*TASK ITEM*.
Each line from the first down to the one containing "and of every data" should be returned exactly as it appears below.

*DATA PROVIDED*.
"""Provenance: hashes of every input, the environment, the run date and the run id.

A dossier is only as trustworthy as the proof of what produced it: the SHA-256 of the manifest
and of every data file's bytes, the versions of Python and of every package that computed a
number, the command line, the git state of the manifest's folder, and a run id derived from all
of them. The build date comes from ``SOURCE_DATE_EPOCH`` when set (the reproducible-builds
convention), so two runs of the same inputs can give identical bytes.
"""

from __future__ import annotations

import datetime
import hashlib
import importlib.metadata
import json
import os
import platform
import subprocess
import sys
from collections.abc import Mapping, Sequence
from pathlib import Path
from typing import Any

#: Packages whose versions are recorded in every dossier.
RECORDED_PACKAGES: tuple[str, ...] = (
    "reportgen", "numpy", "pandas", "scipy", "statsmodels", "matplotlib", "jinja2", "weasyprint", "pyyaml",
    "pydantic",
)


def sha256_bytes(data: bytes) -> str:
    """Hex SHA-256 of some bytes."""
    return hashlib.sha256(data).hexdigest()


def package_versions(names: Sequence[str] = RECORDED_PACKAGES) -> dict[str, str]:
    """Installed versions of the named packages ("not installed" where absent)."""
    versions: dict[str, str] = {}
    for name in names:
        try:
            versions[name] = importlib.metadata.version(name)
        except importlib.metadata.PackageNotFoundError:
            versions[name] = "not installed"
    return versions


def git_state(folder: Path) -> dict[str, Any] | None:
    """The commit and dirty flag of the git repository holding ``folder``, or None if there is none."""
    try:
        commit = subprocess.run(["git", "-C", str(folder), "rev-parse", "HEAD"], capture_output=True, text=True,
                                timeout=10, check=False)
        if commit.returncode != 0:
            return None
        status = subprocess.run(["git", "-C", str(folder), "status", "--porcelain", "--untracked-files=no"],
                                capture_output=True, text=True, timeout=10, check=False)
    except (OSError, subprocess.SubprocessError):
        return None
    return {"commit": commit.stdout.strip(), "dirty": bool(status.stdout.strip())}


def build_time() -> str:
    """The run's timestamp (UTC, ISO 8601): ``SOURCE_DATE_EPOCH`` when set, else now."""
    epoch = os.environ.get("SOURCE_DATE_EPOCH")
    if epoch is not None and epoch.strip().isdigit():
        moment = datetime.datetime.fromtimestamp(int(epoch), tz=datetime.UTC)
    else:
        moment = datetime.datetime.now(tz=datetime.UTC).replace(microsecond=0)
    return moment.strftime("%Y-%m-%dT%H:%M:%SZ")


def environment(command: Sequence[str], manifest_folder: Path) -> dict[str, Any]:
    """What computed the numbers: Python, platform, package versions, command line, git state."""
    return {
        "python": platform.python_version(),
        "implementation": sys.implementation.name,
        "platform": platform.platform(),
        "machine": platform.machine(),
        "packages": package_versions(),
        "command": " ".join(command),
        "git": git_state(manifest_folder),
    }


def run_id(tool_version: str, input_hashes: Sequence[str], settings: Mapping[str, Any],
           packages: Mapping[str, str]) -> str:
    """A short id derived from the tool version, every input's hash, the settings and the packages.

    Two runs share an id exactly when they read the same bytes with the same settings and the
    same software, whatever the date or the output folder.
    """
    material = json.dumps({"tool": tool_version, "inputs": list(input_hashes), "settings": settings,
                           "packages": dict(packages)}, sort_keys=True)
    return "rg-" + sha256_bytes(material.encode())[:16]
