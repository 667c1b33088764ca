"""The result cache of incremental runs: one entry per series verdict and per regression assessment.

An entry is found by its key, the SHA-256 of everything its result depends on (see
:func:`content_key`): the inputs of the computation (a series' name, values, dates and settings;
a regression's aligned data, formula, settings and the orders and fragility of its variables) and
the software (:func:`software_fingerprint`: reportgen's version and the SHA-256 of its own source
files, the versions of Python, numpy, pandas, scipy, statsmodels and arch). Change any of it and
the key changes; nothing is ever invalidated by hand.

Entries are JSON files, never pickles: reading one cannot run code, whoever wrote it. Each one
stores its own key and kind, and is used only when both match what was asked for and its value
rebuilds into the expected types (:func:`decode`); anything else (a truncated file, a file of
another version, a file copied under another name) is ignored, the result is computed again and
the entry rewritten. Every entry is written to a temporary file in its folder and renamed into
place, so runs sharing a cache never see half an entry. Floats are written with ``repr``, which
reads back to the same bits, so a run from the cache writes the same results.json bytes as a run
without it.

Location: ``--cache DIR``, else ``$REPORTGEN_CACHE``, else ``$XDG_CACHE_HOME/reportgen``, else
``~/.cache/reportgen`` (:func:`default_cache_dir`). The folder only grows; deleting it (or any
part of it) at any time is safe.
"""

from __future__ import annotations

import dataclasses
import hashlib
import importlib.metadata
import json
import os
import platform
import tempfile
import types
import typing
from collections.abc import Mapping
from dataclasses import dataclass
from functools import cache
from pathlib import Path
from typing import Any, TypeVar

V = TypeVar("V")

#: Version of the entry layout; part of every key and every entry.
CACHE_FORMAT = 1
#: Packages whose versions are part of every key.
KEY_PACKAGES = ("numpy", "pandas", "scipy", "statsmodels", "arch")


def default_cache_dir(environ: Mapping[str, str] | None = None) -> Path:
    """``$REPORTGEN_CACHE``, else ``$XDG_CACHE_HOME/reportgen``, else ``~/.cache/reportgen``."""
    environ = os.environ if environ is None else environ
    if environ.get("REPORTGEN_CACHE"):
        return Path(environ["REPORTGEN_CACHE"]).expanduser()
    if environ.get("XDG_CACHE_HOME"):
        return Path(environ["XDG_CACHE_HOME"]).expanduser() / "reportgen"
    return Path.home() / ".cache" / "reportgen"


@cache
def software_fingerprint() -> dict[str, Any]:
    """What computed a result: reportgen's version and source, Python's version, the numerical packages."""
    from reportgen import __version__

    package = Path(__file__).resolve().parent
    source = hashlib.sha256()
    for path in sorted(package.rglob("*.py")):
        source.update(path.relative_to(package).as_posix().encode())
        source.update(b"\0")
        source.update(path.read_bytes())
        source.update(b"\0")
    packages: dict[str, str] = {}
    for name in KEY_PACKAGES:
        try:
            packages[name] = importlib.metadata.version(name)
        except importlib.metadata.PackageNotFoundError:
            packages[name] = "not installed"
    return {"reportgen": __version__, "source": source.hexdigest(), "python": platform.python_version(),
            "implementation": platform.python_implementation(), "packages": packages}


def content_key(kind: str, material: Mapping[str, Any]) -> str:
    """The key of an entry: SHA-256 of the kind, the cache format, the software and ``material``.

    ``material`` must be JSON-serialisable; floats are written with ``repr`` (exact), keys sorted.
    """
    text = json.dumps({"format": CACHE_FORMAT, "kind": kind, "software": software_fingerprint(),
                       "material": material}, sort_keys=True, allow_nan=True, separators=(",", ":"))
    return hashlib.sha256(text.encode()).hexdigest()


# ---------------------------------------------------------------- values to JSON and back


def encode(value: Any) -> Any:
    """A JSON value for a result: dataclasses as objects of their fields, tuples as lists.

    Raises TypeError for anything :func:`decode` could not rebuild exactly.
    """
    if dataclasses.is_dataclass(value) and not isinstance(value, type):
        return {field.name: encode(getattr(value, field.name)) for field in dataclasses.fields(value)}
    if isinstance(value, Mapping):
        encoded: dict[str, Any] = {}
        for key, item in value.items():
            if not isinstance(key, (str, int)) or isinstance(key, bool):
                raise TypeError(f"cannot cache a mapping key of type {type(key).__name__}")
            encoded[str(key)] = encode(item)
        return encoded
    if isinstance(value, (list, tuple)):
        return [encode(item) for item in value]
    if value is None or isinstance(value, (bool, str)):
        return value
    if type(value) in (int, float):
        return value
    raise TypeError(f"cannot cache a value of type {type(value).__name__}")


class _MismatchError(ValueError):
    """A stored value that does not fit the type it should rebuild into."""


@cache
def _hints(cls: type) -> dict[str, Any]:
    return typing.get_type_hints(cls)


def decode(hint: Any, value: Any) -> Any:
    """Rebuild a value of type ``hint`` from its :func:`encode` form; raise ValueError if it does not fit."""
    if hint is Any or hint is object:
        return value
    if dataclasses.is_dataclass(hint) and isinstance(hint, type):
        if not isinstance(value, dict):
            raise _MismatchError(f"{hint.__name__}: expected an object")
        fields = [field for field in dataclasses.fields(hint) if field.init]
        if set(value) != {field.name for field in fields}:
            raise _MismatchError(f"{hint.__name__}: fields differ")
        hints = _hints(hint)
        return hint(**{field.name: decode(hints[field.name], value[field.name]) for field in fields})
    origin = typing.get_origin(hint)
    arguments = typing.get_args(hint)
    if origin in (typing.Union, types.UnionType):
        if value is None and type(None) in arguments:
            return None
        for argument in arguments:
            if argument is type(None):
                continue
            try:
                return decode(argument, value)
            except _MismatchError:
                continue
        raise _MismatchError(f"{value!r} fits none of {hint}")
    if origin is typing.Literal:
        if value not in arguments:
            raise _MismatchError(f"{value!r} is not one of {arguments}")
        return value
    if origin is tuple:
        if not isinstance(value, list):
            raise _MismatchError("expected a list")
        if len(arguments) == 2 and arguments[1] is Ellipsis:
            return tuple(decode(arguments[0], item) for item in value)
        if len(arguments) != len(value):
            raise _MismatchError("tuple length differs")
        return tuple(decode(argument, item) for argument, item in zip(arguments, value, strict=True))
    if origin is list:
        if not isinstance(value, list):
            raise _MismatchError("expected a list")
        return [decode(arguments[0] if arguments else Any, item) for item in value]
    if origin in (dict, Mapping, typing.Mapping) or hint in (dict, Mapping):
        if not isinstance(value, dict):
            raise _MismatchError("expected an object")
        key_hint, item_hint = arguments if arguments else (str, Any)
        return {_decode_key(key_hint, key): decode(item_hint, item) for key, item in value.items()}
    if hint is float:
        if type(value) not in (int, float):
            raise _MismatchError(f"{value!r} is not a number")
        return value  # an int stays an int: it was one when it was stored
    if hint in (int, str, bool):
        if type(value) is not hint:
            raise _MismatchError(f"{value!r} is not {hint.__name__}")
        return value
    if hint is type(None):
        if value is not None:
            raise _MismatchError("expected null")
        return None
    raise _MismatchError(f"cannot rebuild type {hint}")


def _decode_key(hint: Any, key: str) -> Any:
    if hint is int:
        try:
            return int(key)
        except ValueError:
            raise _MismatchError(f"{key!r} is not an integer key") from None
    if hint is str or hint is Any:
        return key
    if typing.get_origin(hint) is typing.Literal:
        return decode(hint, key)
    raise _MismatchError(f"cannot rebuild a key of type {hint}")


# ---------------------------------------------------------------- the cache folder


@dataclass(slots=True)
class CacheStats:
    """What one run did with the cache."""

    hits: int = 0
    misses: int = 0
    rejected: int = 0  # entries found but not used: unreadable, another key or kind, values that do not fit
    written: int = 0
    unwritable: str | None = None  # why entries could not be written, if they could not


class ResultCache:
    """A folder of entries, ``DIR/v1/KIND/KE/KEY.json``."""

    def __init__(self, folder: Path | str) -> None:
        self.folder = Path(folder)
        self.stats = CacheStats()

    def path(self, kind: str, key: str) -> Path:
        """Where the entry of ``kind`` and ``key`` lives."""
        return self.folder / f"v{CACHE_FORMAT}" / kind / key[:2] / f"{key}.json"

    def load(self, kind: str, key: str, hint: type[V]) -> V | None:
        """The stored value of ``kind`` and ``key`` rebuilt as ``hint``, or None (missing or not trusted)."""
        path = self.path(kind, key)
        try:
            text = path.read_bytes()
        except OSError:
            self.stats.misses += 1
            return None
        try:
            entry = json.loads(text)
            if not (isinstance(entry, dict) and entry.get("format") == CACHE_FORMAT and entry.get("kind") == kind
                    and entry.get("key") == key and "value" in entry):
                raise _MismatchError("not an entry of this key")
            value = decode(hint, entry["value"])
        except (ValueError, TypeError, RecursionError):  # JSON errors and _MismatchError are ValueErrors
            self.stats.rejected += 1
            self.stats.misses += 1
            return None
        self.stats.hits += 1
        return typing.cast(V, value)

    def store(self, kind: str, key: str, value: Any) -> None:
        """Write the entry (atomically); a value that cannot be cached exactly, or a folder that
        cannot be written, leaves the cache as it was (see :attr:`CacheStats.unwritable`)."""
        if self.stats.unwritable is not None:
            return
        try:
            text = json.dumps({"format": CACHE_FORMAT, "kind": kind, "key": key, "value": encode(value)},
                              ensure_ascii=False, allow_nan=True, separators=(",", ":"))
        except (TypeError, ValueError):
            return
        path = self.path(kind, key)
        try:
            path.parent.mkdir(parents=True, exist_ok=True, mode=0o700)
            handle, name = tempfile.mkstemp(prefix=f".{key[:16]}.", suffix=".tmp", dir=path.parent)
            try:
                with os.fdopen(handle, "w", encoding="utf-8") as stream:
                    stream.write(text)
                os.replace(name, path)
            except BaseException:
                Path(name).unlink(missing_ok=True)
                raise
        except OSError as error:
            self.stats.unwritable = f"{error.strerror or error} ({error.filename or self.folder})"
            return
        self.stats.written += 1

*ANSWER AREA*.
"""Provenance: hashes of every input, the environment, the run date and the run id.

A dossier is only as trustworthy as the proof of what produced it: the SHA-256 of the manifest
and of every data file's bytes, the versions of Python and of every package that computed a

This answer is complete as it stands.